(TASK DIRECTIONS)
How many lines in the records below hold the string "measured"? Answer with the number alone.

(Records contained in a dataset)
◆ ◆ ◆ ◆ ◆ ◆ ◆

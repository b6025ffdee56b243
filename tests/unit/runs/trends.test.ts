import fc from 'fast-check'
import { describe, expect, test } from 'vitest'

import {
	correlationFocus,
	describeTrend,
	isBelowThreshold,
	isOffTarget,
	summariseTrend,
	thresholdLines,
	type TrendPoint,
	TrendPointSchema,
} from '#shared/runs/trends.ts'

// Sources:
// - a container fails when its correlation is below the specification's minimum, equal passes (the engine's rule in
//   shared/spectra/compare.ts; a minimum is inclusive: common practice, no source);
// - trending identity results per supplier and per instrument to see drift before a lot fails: common practice,
//   no source;
// - the means and shares below are worked out by hand in the comments beside them.
const PRACTICE = 'common practice, no source'

let sequence = 0
function point(overrides: Partial<TrendPoint> = {}): TrendPoint {
	sequence += 1
	return {
		runId: 'run-1',
		runNumber: 'IDR-2026-0001',
		recordedAt: '2026-01-05T09:00:00.000Z',
		lotNumber: 'L1',
		supplier: 'Northbridge',
		instrumentCode: 'IR-01',
		containerNumber: sequence,
		verdict: 'conforms',
		correlation: 0.99,
		threshold: 0.95,
		documentNumber: 'SPEC-0001',
		versionNumber: 1,
		...overrides,
	}
}

describe(`a container against its threshold — ${PRACTICE}`, () => {
	test('equal to the minimum is not below it; a hair under is', () => {
		expect(isBelowThreshold({ correlation: 0.95, threshold: 0.95 })).toBe(false)
		expect(isBelowThreshold({ correlation: 0.9499999, threshold: 0.95 })).toBe(true)
		expect(isBelowThreshold({ correlation: null, threshold: 0.95 })).toBe(false)
	})

	test('anything but a clear "conforms" is off target, inconclusive included', () => {
		expect(isOffTarget({ verdict: 'conforms' })).toBe(false)
		expect(isOffTarget({ verdict: 'does-not-conform' })).toBe(true)
		expect(isOffTarget({ verdict: 'inconclusive' })).toBe(true)
	})
})

describe(`summaries per supplier and per instrument — ${PRACTICE}`, () => {
	const points = [
		point({ runId: 'r1', supplier: 'Northbridge', instrumentCode: 'IR-01', correlation: 0.99 }),
		point({ runId: 'r1', supplier: 'Northbridge', instrumentCode: 'IR-01', correlation: 0.97 }),
		point({
			runId: 'r2',
			supplier: 'Northbridge',
			instrumentCode: 'IR-02',
			correlation: 0.93,
			verdict: 'does-not-conform',
		}),
		point({ runId: 'r3', supplier: 'Alder & Sons', instrumentCode: 'IR-02', correlation: 0.98 }),
		point({
			runId: 'r3',
			supplier: 'Alder & Sons',
			instrumentCode: 'IR-02',
			correlation: null,
			verdict: 'inconclusive',
		}),
	]

	test('per supplier: runs, containers, mean, lowest, share below and off-target, ordered by name', () => {
		const groups = summariseTrend(points, 'supplier')
		expect(groups.map((group) => group.key)).toEqual(['Alder & Sons', 'Northbridge'])
		const [alder, north] = groups
		// Alder: one measured container (0.98); the inconclusive one has no correlation.
		expect(alder).toEqual({
			key: 'Alder & Sons',
			runs: 1,
			containers: 2,
			measured: 1,
			mean: 0.98,
			lowest: 0.98,
			belowThreshold: 0,
			shareBelow: 0,
			offTarget: 1,
		})
		// Northbridge: (0.99 + 0.97 + 0.93) / 3 = 2.89 / 3 = 0.963333…; one of three below 0.95.
		expect(north).toMatchObject({ runs: 2, containers: 3, measured: 3, lowest: 0.93, belowThreshold: 1, offTarget: 1 })
		expect(north!.mean).toBeCloseTo(0.963333, 6)
		expect(north!.shareBelow).toBeCloseTo(1 / 3, 12)
	})

	test('per instrument: the same points grouped by instrument code', () => {
		const groups = summariseTrend(points, 'instrumentCode')
		expect(groups.map((group) => [group.key, group.containers, group.runs, group.belowThreshold])).toEqual([
			['IR-01', 2, 1, 0],
			['IR-02', 3, 2, 1],
		])
		// IR-02 measured 0.93 and 0.98: mean 0.955.
		expect(groups[1]!.mean).toBeCloseTo(0.955, 12)
	})

	test('a group with no correlation at all has no mean, lowest or share', () => {
		const [only] = summariseTrend([point({ correlation: null, verdict: 'inconclusive' })], 'supplier')
		expect(only).toMatchObject({ measured: 0, mean: null, lowest: null, shareBelow: null, offTarget: 1 })
	})

	test('property: every point counts once; lowest ≤ mean; the share is in [0, 1]', () => {
		const arbitraryPoint = fc.record({
			runId: fc.constantFrom('r1', 'r2', 'r3', 'r4'),
			supplier: fc.constantFrom('A', 'B', 'C'),
			instrumentCode: fc.constantFrom('IR-01', 'IR-02'),
			correlation: fc.option(fc.double({ min: -1, max: 1, noNaN: true })),
			threshold: fc.constantFrom(0.9, 0.95, 0.98),
			verdict: fc.constantFrom('conforms' as const, 'does-not-conform' as const, 'inconclusive' as const),
		})
		fc.assert(
			fc.property(fc.array(arbitraryPoint, { maxLength: 80 }), (raw) => {
				const all = raw.map((fields) => point(fields))
				for (const by of ['supplier', 'instrumentCode'] as const) {
					const groups = summariseTrend(all, by)
					expect(groups.reduce((sum, group) => sum + group.containers, 0)).toBe(all.length)
					for (const group of groups) {
						if (group.mean === null) continue
						expect(group.lowest!).toBeLessThanOrEqual(group.mean + 1e-12)
						expect(group.shareBelow!).toBeGreaterThanOrEqual(0)
						expect(group.shareBelow!).toBeLessThanOrEqual(1)
					}
				}
			}),
		)
	})
})

describe(`the threshold as a step line per specification — ${PRACTICE}`, () => {
	test('a step starts where a version with another threshold first judged a run; equal thresholds make no step', () => {
		const points = [
			// Given out of time order on purpose.
			point({ recordedAt: '2026-03-01T00:00:00.000Z', versionNumber: 3, threshold: 0.97 }),
			point({ recordedAt: '2026-01-01T00:00:00.000Z', versionNumber: 1, threshold: 0.95 }),
			point({ recordedAt: '2026-02-01T00:00:00.000Z', versionNumber: 2, threshold: 0.95 }),
			point({ recordedAt: '2026-03-02T00:00:00.000Z', versionNumber: 3, threshold: 0.97 }),
		]
		expect(thresholdLines(points)).toEqual([
			{
				documentNumber: 'SPEC-0001',
				steps: [
					{ from: '2026-01-01T00:00:00.000Z', threshold: 0.95, versionNumber: 1 },
					{ from: '2026-03-01T00:00:00.000Z', threshold: 0.97, versionNumber: 3 },
				],
			},
		])
	})

	test('two specifications of one material get one line each, ordered by document number', () => {
		const lines = thresholdLines([
			point({ documentNumber: 'SPEC-0009', threshold: 0.9 }),
			point({ documentNumber: 'SPEC-0002', threshold: 0.96 }),
		])
		expect(lines.map((line) => [line.documentNumber, line.steps.map((step) => step.threshold)])).toEqual([
			['SPEC-0002', [0.96]],
			['SPEC-0009', [0.9]],
		])
		expect(thresholdLines([])).toEqual([])
	})
})

describe('the chart description', () => {
	test('counts, span, containers below the threshold and the lowest point with what explains it', () => {
		const text = describeTrend([
			point({ runId: 'r1', recordedAt: '2026-01-05T09:00:00.000Z', correlation: 0.991 }),
			point({
				runId: 'r2',
				runNumber: 'IDR-2026-0002',
				recordedAt: '2026-02-11T14:00:00.000Z',
				lotNumber: 'L7',
				containerNumber: 4,
				instrumentCode: 'IR-02',
				correlation: 0.61234,
				verdict: 'does-not-conform',
			}),
			point({ runId: 'r2', recordedAt: '2026-02-11T14:00:00.000Z', correlation: null, verdict: 'inconclusive' }),
		])
		expect(text).toBe(
			'3 containers in 2 runs from 2026-01-05 to 2026-02-11. 1 container below the acceptance threshold. ' +
				'2 containers did not clearly conform. ' +
				'Lowest correlation 0.6123: run IDR-2026-0002, lot L7, container 4, IR-02. ' +
				'1 container without a correlation (listed in the table).',
		)
	})

	test('one run on one day, all above the threshold; and no run at all', () => {
		expect(describeTrend([point({ correlation: 0.99, containerNumber: 2 })])).toBe(
			'1 container in 1 run on 2026-01-05. None is below the acceptance threshold. ' +
				'Lowest correlation 0.9900: run IDR-2026-0001, lot L1, container 2, IR-01.',
		)
		expect(describeTrend([])).toBe('No identity run of this material has been recorded yet.')
	})
})

test('the point schema refuses a correlation outside [-1, 1] and an unknown verdict (Pearson r is bounded)', () => {
	expect(TrendPointSchema.safeParse(point()).success).toBe(true)
	expect(TrendPointSchema.safeParse(point({ correlation: 1.2 })).success).toBe(false)
	expect(TrendPointSchema.safeParse({ ...point(), verdict: 'passed' }).success).toBe(false)
	expect(TrendPointSchema.safeParse({ ...point(), recordedAt: '5 January' }).success).toBe(false)
})

describe('the range a chart shows', () => {
	test('a wrong material far below does not squash the scale: it lies off the scale, below 3 × (1 − threshold)', () => {
		// Threshold 0.95: the scale reaches down to 0.95 − 3 × 0.05 = 0.80.
		const focus = correlationFocus([
			point({ correlation: 0.9991 }),
			point({ correlation: 0.9712 }),
			point({ correlation: 0.1791, verdict: 'does-not-conform' }),
		])
		expect(focus!.low).toBe(0.95)
		expect(focus!.high).toBe(0.9991)
		expect(focus!.offScaleBelow).toBeCloseTo(0.8, 12)
	})

	test('a drift inside the focus stays on the scale; the lowest threshold of several versions counts', () => {
		const focus = correlationFocus([
			point({ correlation: 0.99, threshold: 0.97 }),
			point({ correlation: 0.86, threshold: 0.95, verdict: 'does-not-conform' }),
			point({ correlation: null, verdict: 'inconclusive' }),
		])
		expect(focus).toEqual({ low: 0.86, high: 0.99, offScaleBelow: null })
	})

	test('a threshold of 1 still leaves a scale (at least 0.01 per step); nothing to show gives null', () => {
		// 1 − 3 × 0.01 = 0.97: a correlation of 0.9 lies off the scale.
		const focus = correlationFocus([point({ correlation: 0.9, threshold: 1 })])
		expect(focus).toMatchObject({ low: 1, high: 1 })
		expect(focus!.offScaleBelow).toBeCloseTo(0.97, 12)
		expect(correlationFocus([])).toBeNull()
	})
})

◆ ◆ ◆ ◆ ◆ ◆ ◆

(TASK OUTPUT)
5